→ Stored data
○ ○ ○ ○ ○ ○ ○

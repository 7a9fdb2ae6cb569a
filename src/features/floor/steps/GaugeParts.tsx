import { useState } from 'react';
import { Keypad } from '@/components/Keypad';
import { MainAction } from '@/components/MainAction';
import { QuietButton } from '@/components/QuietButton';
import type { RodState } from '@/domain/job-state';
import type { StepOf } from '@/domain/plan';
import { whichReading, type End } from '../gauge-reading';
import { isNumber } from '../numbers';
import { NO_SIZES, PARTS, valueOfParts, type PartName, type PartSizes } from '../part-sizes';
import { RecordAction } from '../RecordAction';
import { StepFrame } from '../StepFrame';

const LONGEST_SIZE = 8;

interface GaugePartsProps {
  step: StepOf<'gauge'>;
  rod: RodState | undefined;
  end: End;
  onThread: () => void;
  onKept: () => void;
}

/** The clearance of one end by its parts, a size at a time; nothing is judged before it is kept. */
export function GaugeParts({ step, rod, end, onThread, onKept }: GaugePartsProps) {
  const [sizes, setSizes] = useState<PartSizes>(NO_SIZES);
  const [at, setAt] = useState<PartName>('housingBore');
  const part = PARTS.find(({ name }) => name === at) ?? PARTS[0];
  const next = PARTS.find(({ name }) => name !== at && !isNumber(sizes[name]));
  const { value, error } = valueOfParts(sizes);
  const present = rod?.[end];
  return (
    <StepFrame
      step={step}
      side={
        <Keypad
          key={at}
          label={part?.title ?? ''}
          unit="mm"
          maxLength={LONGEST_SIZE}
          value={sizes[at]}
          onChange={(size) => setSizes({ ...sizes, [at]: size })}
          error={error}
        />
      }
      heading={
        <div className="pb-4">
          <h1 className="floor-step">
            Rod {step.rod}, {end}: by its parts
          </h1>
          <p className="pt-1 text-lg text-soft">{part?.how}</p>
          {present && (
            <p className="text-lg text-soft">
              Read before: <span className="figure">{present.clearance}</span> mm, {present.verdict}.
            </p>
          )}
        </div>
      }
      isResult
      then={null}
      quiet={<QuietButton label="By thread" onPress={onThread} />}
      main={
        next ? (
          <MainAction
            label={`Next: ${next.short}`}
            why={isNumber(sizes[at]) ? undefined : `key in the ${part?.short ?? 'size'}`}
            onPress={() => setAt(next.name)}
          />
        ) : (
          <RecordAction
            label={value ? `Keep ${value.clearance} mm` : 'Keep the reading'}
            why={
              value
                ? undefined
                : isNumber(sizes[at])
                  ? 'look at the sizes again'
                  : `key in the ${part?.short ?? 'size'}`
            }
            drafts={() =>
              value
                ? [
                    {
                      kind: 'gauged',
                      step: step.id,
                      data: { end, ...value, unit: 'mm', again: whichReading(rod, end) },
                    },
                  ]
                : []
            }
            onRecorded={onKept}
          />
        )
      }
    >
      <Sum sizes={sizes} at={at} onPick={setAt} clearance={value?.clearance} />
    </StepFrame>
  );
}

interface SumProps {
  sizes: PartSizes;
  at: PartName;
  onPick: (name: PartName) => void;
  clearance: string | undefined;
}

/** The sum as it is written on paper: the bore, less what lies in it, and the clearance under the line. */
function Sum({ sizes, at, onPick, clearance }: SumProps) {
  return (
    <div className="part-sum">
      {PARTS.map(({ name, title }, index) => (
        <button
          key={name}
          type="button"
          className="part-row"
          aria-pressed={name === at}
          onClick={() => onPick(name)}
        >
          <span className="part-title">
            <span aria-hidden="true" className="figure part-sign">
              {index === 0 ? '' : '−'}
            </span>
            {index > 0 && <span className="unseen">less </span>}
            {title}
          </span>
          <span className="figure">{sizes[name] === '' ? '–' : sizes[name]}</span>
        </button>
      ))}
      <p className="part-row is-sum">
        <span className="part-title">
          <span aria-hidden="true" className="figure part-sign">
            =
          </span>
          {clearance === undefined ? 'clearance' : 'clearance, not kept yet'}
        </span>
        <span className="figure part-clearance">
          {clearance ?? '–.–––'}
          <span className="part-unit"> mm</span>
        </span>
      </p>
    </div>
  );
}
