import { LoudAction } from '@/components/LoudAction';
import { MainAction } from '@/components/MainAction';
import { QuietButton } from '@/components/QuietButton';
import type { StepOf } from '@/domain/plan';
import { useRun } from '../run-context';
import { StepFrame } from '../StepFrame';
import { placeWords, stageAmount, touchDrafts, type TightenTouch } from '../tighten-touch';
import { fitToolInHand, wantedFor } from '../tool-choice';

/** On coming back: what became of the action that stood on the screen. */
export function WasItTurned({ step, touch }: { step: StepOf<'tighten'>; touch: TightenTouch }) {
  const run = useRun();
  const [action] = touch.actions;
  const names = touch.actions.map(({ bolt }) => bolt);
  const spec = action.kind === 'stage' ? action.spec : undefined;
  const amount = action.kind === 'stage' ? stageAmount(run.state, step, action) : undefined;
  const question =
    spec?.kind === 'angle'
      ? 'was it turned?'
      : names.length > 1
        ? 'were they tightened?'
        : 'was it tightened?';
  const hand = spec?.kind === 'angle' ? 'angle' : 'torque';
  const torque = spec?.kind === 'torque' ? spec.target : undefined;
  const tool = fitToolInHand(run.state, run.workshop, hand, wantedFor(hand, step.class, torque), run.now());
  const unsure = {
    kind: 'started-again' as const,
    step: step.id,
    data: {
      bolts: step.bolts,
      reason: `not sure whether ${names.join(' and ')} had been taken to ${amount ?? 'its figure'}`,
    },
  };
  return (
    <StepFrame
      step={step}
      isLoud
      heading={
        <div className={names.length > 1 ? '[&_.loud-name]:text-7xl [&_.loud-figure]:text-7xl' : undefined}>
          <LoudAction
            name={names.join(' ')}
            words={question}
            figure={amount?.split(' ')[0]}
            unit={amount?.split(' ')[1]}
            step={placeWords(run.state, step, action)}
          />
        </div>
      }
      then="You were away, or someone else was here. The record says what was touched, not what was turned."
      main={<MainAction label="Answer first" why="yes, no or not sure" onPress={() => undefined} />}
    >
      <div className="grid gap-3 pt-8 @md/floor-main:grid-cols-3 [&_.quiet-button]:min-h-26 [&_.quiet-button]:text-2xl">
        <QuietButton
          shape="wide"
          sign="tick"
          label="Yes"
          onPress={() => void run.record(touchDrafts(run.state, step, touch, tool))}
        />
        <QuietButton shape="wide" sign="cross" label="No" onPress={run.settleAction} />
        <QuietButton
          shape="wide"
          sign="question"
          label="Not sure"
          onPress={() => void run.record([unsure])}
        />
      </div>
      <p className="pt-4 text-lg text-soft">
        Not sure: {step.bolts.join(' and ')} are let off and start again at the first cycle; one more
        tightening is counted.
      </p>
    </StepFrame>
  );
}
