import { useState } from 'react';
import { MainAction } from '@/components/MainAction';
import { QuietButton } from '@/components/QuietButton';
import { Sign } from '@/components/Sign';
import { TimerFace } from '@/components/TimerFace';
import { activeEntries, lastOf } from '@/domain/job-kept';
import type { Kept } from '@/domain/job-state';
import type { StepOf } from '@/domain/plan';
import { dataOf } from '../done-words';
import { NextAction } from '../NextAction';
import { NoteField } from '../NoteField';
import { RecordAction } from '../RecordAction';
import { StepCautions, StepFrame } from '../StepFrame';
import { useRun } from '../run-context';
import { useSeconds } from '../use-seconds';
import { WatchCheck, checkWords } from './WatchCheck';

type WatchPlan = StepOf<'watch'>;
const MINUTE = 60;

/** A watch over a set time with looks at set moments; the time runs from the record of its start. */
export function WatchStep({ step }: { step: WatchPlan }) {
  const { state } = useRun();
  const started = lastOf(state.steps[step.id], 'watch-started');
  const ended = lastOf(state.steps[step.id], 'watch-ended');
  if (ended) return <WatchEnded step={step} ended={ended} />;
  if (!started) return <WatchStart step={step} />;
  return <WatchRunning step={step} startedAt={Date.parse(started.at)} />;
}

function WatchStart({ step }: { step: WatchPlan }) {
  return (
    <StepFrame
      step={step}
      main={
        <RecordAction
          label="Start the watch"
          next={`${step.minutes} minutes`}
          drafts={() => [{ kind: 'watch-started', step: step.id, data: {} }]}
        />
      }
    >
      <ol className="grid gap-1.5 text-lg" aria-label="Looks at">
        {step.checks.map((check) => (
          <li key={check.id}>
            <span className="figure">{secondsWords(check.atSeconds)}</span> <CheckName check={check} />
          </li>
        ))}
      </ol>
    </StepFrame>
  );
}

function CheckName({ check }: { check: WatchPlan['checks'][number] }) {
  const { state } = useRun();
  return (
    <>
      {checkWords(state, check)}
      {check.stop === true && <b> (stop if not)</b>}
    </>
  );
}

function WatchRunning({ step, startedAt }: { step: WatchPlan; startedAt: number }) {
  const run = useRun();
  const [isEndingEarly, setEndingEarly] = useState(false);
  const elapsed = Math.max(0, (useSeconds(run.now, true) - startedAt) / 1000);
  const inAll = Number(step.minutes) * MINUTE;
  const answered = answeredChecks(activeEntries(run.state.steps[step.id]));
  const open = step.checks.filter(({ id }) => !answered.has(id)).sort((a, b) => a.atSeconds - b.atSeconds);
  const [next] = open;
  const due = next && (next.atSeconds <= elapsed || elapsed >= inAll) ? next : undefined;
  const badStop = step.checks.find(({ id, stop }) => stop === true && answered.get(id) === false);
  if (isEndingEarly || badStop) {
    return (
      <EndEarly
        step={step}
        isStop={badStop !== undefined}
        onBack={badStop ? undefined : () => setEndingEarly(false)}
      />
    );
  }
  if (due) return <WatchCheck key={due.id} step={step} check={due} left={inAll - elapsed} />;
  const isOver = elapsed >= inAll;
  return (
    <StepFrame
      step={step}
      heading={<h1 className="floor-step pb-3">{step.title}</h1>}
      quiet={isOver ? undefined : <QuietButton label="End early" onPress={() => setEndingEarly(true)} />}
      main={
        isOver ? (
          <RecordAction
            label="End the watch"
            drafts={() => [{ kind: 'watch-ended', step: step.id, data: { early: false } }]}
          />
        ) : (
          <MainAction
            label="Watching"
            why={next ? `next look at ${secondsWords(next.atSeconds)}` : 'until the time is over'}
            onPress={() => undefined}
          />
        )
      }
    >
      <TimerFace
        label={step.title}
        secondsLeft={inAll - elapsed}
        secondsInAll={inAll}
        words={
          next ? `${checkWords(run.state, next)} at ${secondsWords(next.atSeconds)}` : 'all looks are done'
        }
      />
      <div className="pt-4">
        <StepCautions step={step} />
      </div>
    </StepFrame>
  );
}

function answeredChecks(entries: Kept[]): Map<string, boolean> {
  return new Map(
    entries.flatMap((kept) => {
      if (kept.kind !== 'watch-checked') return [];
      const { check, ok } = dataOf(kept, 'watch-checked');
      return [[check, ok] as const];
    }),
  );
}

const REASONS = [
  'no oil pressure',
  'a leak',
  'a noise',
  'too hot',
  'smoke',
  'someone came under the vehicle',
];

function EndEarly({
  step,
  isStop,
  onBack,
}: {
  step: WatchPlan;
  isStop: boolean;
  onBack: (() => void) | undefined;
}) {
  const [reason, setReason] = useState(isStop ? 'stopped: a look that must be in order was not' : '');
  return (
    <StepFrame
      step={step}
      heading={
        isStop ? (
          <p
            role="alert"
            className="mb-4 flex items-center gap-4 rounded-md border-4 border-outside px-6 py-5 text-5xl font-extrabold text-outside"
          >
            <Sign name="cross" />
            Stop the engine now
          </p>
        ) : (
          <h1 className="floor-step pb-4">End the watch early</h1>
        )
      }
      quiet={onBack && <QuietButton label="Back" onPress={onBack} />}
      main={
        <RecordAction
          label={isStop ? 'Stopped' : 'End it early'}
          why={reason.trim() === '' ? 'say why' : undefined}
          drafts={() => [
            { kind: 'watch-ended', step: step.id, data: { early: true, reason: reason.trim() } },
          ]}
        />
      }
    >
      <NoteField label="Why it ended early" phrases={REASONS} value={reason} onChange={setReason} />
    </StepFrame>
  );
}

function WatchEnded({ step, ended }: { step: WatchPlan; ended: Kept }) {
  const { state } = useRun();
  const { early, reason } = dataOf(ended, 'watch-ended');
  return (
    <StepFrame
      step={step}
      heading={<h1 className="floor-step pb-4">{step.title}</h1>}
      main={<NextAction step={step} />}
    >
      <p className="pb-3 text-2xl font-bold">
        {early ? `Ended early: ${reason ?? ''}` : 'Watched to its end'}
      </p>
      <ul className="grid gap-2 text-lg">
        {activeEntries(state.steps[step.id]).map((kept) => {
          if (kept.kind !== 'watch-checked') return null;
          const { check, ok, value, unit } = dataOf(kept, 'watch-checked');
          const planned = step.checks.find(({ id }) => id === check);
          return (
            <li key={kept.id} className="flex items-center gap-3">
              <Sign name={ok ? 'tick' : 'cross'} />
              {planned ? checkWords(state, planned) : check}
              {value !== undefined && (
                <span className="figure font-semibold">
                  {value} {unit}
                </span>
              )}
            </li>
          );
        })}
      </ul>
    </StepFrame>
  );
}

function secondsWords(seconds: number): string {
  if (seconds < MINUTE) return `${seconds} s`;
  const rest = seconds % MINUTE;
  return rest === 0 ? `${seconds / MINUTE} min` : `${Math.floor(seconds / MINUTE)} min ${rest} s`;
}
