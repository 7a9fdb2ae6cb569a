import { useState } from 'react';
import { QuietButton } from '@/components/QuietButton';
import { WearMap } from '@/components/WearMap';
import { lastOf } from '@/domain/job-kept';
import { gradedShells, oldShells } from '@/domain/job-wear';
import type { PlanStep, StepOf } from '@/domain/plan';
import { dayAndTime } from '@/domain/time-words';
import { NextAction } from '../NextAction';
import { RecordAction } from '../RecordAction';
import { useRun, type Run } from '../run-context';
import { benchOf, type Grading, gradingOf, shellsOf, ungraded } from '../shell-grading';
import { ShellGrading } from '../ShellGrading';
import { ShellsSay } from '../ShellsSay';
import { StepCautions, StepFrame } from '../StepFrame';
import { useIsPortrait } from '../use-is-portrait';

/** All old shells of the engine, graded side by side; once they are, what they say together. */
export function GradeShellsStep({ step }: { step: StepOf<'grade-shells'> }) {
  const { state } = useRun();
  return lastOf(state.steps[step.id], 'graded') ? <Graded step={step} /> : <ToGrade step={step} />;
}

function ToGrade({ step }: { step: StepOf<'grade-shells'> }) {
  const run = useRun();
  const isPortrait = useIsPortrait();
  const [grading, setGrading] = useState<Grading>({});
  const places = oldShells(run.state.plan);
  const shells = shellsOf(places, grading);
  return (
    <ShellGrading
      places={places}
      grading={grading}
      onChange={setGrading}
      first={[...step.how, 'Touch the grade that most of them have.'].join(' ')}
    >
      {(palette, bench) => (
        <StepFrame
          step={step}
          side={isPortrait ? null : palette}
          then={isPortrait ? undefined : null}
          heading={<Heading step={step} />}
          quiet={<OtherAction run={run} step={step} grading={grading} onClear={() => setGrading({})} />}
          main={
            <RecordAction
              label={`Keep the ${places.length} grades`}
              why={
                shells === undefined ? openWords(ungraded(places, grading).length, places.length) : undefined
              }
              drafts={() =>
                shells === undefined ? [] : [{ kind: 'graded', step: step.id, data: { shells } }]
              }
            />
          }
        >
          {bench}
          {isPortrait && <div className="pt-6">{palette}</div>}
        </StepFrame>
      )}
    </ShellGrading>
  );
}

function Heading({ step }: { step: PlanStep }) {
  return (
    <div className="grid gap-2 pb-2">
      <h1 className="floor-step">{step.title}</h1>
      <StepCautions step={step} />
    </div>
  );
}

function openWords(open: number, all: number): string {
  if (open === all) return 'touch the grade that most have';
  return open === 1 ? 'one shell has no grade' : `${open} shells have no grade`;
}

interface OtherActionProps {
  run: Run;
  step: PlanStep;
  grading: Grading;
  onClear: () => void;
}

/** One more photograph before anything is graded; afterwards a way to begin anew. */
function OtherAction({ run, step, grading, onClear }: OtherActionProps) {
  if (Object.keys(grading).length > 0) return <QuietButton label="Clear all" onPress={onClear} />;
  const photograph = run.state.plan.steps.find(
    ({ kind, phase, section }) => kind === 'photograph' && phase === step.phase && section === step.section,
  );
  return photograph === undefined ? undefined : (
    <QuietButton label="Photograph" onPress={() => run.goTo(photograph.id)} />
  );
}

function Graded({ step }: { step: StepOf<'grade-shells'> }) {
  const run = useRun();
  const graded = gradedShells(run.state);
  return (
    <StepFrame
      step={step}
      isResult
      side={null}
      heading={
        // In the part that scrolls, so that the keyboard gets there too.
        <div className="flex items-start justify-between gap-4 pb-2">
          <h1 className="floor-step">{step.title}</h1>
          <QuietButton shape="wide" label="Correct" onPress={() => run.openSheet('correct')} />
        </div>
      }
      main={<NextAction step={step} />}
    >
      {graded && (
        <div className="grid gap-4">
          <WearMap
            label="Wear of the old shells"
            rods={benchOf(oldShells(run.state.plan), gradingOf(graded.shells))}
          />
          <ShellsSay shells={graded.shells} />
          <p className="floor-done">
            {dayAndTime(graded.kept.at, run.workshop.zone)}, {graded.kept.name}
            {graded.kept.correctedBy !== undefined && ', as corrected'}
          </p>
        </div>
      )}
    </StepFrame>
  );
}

○ ○ ○ ○ ○ ○ ○

→ WHAT THE TASK REQUIRES
The lines needed run from the first line of the data through the line containing "whichReading, type End"; give them again exactly and nothing else.

→ TASK ANSWER
repository 7a9fdb2ae6cb569a
filename src/features/floor/steps/GaugeParts.tsx
import { useState } from 'react';
import { Keypad } from '@/components/Keypad';
import { MainAction } from '@/components/MainAction';
import { QuietButton } from '@/components/QuietButton';
import type { RodState } from '@/domain/job-state';
import type { StepOf } from '@/domain/plan';
import { whichReading, type End } from '../gauge-reading';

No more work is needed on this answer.